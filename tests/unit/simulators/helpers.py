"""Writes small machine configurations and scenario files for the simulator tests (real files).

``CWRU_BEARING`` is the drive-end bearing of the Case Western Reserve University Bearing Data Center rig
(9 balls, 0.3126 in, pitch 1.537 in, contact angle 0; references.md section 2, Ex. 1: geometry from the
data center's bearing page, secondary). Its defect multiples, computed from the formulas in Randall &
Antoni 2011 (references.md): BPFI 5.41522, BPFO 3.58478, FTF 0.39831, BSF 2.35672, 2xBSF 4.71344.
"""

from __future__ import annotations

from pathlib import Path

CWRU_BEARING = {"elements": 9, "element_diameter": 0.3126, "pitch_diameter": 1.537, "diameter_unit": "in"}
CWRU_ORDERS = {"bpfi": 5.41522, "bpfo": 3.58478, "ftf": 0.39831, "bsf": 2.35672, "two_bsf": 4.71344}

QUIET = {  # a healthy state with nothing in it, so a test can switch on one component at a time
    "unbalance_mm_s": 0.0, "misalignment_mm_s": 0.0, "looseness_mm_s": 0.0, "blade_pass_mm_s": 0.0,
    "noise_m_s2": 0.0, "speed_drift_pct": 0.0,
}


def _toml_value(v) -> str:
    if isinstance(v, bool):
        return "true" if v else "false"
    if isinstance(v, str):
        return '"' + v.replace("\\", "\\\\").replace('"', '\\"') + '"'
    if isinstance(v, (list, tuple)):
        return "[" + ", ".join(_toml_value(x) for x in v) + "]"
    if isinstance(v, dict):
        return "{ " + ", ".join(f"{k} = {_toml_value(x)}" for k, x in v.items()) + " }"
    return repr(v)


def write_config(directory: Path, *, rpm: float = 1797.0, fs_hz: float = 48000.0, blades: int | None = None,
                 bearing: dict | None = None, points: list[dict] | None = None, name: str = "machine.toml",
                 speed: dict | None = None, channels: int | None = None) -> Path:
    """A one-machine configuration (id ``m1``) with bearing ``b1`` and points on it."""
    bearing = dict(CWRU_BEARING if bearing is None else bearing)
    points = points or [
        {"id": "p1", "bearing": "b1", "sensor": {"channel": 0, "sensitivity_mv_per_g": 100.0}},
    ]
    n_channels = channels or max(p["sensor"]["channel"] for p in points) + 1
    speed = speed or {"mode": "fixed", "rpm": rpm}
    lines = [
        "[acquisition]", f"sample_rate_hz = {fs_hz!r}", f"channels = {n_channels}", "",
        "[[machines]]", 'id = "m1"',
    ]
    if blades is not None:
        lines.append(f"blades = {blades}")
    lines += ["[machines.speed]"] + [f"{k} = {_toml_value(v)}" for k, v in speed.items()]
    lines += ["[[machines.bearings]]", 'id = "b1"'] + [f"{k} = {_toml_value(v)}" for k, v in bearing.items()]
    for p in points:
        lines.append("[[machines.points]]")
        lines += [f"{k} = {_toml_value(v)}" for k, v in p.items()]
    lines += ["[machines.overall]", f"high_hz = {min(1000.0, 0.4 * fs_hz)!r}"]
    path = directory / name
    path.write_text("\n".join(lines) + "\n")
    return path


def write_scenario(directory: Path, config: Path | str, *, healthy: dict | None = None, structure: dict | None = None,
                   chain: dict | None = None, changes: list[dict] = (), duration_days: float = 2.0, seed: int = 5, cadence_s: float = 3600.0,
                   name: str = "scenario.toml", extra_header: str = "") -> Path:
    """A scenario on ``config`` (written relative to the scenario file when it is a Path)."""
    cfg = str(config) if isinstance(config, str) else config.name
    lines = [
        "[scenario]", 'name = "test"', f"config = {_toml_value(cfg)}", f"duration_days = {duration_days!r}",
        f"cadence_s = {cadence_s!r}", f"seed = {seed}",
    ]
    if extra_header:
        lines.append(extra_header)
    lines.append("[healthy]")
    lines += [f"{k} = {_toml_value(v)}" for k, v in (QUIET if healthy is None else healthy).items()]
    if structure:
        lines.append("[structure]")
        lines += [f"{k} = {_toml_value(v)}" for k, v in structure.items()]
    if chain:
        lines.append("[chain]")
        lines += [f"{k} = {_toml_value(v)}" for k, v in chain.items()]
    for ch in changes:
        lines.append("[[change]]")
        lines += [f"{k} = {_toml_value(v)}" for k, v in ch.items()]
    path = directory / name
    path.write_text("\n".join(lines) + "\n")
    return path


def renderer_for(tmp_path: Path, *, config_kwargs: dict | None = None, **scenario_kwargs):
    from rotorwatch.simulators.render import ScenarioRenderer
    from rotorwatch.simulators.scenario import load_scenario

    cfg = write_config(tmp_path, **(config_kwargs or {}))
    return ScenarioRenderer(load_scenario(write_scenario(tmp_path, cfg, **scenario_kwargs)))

§ Problem requirements
Return the lines of the listing above exactly as they appear, starting with the first and stopping after the line that holds "return repr(v)".

§ Answer box
filename tests/unit/simulators/helpers.py
"""Writes small machine configurations and scenario files for the simulator tests (real files).

``CWRU_BEARING`` is the drive-end bearing of the Case Western Reserve University Bearing Data Center rig
(9 balls, 0.3126 in, pitch 1.537 in, contact angle 0; references.md section 2, Ex. 1: geometry from the
data center's bearing page, secondary). Its defect multiples, computed from the formulas in Randall &
Antoni 2011 (references.md): BPFI 5.41522, BPFO 3.58478, FTF 0.39831, BSF 2.35672, 2xBSF 4.71344.
"""

from __future__ import annotations

from pathlib import Path

CWRU_BEARING = {"elements": 9, "element_diameter": 0.3126, "pitch_diameter": 1.537, "diameter_unit": "in"}
CWRU_ORDERS = {"bpfi": 5.41522, "bpfo": 3.58478, "ftf": 0.39831, "bsf": 2.35672, "two_bsf": 4.71344}

QUIET = {  # a healthy state with nothing in it, so a test can switch on one component at a time
    "unbalance_mm_s": 0.0, "misalignment_mm_s": 0.0, "looseness_mm_s": 0.0, "blade_pass_mm_s": 0.0,
    "noise_m_s2": 0.0, "speed_drift_pct": 0.0,
}


def _toml_value(v) -> str:
    if isinstance(v, bool):
        return "true" if v else "false"
    if isinstance(v, str):
        return '"' + v.replace("\\", "\\\\").replace('"', '\\"') + '"'
    if isinstance(v, (list, tuple)):
        return "[" + ", ".join(_toml_value(x) for x in v) + "]"
    if isinstance(v, dict):
        return "{ " + ", ".join(f"{k} = {_toml_value(x)}" for k, x in v.items()) + " }"
    return repr(v)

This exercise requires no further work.